Your objective:
Listed below are entries; give the number of lines among them that include "getBoundingClientRect", and only that number.

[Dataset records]
============================================================

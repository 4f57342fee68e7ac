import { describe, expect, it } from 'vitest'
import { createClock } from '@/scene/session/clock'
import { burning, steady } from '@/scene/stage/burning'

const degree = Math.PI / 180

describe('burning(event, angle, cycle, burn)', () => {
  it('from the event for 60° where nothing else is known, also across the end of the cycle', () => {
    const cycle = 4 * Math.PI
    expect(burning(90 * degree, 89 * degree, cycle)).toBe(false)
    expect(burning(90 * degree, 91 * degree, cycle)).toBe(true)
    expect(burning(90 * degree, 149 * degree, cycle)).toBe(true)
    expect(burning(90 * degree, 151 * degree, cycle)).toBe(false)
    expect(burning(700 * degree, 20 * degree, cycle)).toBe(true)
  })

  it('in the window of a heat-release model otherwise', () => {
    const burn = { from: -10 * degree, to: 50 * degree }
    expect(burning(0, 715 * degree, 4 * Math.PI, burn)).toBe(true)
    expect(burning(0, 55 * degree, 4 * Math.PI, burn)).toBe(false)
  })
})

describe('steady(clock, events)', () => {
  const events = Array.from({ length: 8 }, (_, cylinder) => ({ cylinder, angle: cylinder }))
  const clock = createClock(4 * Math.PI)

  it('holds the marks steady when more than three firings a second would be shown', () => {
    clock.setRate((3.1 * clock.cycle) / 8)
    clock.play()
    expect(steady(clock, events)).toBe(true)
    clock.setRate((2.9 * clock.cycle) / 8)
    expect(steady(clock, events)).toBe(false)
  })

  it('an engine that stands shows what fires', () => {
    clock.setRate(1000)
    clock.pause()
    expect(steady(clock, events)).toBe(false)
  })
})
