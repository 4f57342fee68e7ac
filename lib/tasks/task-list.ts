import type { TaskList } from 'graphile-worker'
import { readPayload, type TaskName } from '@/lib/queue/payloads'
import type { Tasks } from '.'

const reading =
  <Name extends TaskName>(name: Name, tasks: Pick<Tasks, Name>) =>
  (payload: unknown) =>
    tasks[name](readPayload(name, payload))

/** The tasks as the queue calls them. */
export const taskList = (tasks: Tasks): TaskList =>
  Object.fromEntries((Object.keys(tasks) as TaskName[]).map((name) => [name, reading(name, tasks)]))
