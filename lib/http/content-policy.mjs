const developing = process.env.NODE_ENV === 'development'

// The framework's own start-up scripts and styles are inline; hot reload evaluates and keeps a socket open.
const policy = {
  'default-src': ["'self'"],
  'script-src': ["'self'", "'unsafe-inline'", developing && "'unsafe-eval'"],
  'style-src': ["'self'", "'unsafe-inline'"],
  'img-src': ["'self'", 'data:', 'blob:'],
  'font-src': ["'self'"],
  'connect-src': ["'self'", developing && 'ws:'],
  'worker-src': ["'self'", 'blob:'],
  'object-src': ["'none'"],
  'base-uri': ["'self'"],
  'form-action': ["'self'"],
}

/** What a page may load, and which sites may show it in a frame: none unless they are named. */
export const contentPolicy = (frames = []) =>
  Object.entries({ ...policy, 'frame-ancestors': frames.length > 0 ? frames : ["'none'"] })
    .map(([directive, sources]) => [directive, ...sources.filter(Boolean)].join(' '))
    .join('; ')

============================================================

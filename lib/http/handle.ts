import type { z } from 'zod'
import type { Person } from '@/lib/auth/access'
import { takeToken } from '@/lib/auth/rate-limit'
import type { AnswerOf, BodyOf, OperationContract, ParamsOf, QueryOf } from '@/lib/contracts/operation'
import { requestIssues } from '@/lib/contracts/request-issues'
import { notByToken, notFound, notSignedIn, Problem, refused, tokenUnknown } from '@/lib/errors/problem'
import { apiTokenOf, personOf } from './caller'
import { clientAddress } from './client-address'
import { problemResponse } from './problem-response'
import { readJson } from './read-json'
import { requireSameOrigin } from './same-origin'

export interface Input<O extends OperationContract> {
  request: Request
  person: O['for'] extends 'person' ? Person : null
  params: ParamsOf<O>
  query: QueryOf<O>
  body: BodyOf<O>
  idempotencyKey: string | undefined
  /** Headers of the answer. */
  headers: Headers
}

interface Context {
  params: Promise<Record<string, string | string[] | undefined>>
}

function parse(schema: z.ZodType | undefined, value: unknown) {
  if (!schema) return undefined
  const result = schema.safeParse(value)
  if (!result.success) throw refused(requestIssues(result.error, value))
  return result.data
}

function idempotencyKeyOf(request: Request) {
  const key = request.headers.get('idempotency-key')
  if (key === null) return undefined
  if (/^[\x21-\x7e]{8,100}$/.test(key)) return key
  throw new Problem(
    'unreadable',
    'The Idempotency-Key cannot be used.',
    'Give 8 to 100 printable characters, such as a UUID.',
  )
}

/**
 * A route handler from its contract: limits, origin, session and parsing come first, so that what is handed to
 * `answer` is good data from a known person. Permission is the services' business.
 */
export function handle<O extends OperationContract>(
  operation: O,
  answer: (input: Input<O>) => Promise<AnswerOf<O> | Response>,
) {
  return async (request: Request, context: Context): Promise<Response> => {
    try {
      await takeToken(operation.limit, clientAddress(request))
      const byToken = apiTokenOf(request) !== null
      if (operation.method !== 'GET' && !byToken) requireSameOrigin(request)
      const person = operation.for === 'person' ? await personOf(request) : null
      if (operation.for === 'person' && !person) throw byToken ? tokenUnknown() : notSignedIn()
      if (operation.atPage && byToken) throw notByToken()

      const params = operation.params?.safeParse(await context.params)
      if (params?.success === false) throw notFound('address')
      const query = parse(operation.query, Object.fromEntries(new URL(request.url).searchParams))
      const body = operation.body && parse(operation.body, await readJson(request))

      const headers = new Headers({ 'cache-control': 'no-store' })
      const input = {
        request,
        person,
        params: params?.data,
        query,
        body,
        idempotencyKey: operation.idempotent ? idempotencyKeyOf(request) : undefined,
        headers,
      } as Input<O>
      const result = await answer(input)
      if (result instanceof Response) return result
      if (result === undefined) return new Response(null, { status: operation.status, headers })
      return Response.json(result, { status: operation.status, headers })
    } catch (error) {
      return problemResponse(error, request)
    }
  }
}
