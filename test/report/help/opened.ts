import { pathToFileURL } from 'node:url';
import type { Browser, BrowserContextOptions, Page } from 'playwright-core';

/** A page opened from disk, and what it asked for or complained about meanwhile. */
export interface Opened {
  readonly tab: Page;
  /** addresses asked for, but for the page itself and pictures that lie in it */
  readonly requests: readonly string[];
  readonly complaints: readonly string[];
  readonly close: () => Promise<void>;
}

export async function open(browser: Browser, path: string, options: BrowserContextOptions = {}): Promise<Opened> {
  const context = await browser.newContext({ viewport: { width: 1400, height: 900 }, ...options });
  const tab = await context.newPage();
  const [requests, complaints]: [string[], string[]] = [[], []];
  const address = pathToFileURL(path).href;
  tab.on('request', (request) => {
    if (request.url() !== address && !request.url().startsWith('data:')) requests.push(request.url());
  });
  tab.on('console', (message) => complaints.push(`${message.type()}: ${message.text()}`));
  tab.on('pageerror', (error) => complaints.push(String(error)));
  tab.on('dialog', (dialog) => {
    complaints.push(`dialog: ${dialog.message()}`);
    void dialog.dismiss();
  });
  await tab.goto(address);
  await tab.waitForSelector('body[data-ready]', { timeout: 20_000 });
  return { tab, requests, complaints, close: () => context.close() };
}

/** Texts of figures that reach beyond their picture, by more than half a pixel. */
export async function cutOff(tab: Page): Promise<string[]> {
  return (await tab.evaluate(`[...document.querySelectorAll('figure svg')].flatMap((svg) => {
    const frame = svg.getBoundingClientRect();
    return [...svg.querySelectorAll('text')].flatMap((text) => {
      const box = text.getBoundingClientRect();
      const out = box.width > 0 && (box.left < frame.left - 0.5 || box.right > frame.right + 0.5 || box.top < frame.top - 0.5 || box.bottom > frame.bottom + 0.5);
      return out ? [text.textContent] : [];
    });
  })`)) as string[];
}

============================================================

Response to the task:
2